In this task, you need access to HDFS to put a CSV file on HDFS. When using storage-based authorization (SBA), if an ACL is not in place that allows you to access HDFS, you need to log in to a node on your cluster as the hdfs user. Alternatively, when using Ranger, you need to be authorized by a policy, such as the default HDFS all-path policy (shown below) to access HDFS.

In this task, you create an external table, store the data in Hive using a managed table, and drop the external table. You create an external table and load data from a file into the table. You then use a Hive managed table to store the data in Hive. This task demonstrates the following Hive principles:

  • A major difference between an external and a managed (internal) table: the persistence of table data on the files system after a DROP TABLE statement.

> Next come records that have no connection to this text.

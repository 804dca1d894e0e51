import { describe, expect, it } from 'vitest';
import { seedsNeeded } from '../../src/analysis/seedsNeeded.js';
import { SeedsiftError } from '../../src/problems.js';

describe('seedsNeeded', () => {
  it('from figures: METHODS.md seeds per arm at d = 0.5, 0.8, 1, 1.5, 2, 3 are 64, 26, 17, 9, 6, 4', () => {
    const got = [0.5, 0.8, 1, 1.5, 2, 3].map(
      (d) => seedsNeeded({ kind: 'figures', sd: 2, effect: 2 * d, alpha: 0.05, power: 0.8 }).seedsPerArm,
    );
    expect(got).toEqual([64, 26, 17, 9, 6, 4]);
  });

  it('gives the power at a few seed counts (scipy noncentral t)', () => {
    // power at d = 0.5 with 3, 5, 10, 20, 50 per arm: scipy 1.10.1 nct.sf(tc) + nct.cdf(-tc), tc = t.ppf(0.975)
    // (tests/reference/analysis_reference.py); its t.ppf is good to a few 1e-9, so 8 digits are checked.
    const r = seedsNeeded({ kind: 'figures', sd: 1, effect: -0.5, alpha: 0.05, power: 0.8 });
    const expected = [
      0.07684904996035868, 0.10768598982105744, 0.18509565629118482, 0.33793902869253206, 0.696893405561745,
    ];
    r.powerAt.forEach((row, i) => {
      expect(row.power).toBeCloseTo(expected[i] as number, 8);
    });
    expect(r.standardized).toBe(0.5);
    expect(r.effect).toBe(-0.5);
  });

  it('from pilot configs: sd pooled within configs, never across them (METHODS.md A and B)', () => {
    const A = [71.2, 69.8, 73.1, 70.4, 72.0];
    const B = [68.9, 70.1, 69.5, 71.0, 67.8, 70.6, 69.2];
    // scipy 1.10.1 (tests/reference/analysis_reference.py): pooled within-config sd 1.1793460657742232.
    // Taking A and B as one group would give sd 1.4295581008256926
    // instead (numpy, ddof 1): their difference is not seed noise.
    const effect = 1.4535900564185282 * 1.1793460657742232; // d = 1.4536 -> 9 per arm (scipy, same script)
    const r = seedsNeeded({ kind: 'pilot', groups: [B, A], effect, alpha: 0.05, power: 0.8 });
    expect(r.sd).toBeCloseTo(1.1793460657742232, 12);
    expect(r.standardized).toBeCloseTo(1.4535900564185282, 12);
    expect(r.seedsPerArm).toBe(9);
    expect(r.effectFrom).toBe('given');
  });

  it('from one pilot config and a target difference', () => {
    const r = seedsNeeded({ kind: 'pilot', groups: [[1, 3]], effect: Math.SQRT2, alpha: 0.05, power: 0.8 });
    expect(r.sd).toBeCloseTo(Math.SQRT2, 14);
    expect(r.seedsPerArm).toBe(17); // d = 1: METHODS.md 17
  });

  it('plans at the family-corrected alpha when several comparisons are made', () => {
    // d = 0.5 at alpha .05: 64 per arm (METHODS.md). At alpha .01 (5 comparisons, Bonferroni): 96 per arm
    // (noncentral t; statsmodels 0.13.5 TTestIndPower().solve_power(0.5, alpha=0.01, power=0.8) = 95.10 -> 96).
    const r = seedsNeeded({ kind: 'figures', sd: 1, effect: 0.5, alpha: 0.05, power: 0.8, comparisons: 5 });
    expect(r.testAlpha).toBeCloseTo(0.01, 15);
    expect(r.seedsPerArm).toBe(96);
  });

  it('a difference of 0 needs no finite count; bad input is rejected', () => {
    expect(seedsNeeded({ kind: 'figures', sd: 1, effect: 0, alpha: 0.05, power: 0.8 }).seedsPerArm).toBeNull();
    expect(() => seedsNeeded({ kind: 'figures', sd: 0, effect: 1, alpha: 0.05, power: 0.8 })).toThrow(
      '--sd: expected a positive number',
    );
    expect(() => seedsNeeded({ kind: 'figures', sd: 1, effect: 1, alpha: 1.5, power: 0.8 })).toThrow('--alpha');
    expect(() => seedsNeeded({ kind: 'figures', sd: 1, effect: 1, alpha: 0.05, power: 0.01 })).toThrow('--power');
    expect(() => seedsNeeded({ kind: 'pilot', groups: [[1], [2]], effect: 1, alpha: 0.05, power: 0.8 })).toThrow(
      SeedsiftError,
    );
    expect(() => seedsNeeded({ kind: 'pilot', groups: [[2, 2, 2]], effect: 1, alpha: 0.05, power: 0.8 })).toThrow(
      'sd 0',
    );
  });
});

    • External table drop: Hive drops only the metadata, which consists mainly of the schema definition.
    • Managed table drop: Hive deletes the data and the metadata stored in the Hive warehouse.
  • You can make the external table data available after dropping it by issuing another CREATE EXTERNAL TABLE statement to load the data from the file system.
  • The LOCATION clause in the CREATE TABLE specifies the location of an external table data.
  1. Create a text file named students.csv that contains the following lines.
    1,jane,doe,senior,mathematics
    2,john,smith,junior,engineering               
  2. As root, move the file to /home/hdfs on a node in your cluster, create a directory on HDFS in the users directory called andrena that allows access by all, and put students.csv in the directory.
    • On the command-line of a node on your cluster, enter the following commands:
      sudo su -
      mv students.csv /home/hdfs
      sudo su - hdfs
      hdfs dfs -mkdir /user/andrena
      hdfs dfs -chmod 777 /user/andrena
      hdfs dfs -put /home/hdfs/students.csv /user/andrena
    • Having authorization to HDFS through a Ranger policy, use the command line or Ambari to create the directory and put the students.csv file in the directory.
  3. Type hive on the command line of a node on your cluster to start the Hive shell.
  4. Log into Hive.
  5. Create an external table schema definition that specifies the text format, loads data from students.csv located in /user/andrena.
    CREATE EXTERNAL TABLE IF NOT EXISTS names_text(
      student_ID INT, FirstName STRING, LastName STRING,    
      year STRING, Major STRING)
      COMMENT 'Student Names'
      ROW FORMAT DELIMITED
      FIELDS TERMINATED BY ','
      STORED AS TEXTFILE
      LOCATION '/user/andrena';
  6. Verify that the Hive warehouse stores the student names in the external table.
    SELECT * FROM names_text;
  7. Create the schema for a managed table.
    CREATE TABLE IF NOT EXISTS Names(
      student_ID INT, FirstName STRING, LastName STRING,    
      year STRING, Major STRING)
      COMMENT 'Student Names'
      STORED AS ORC;
  8. Move the external table data to the managed table.
    INSERT OVERWRITE TABLE Names SELECT * FROM names_text;
  9. Verify that the data from the external table resides in the managed table, and drop the external table, and verify that the data still resides in the managed table.
    SELECT * from Names; 
    DROP TABLE names_text;
    SELECT * from Names;                  
    The results from the managed table Names appears.
  10. Verify that the external table schema definition is lost.
    SELECT * from names_text;
    Selecting all from names_text returns no results because the external table schema is lost. The students.csv file on HDFS containing student names data remains intact.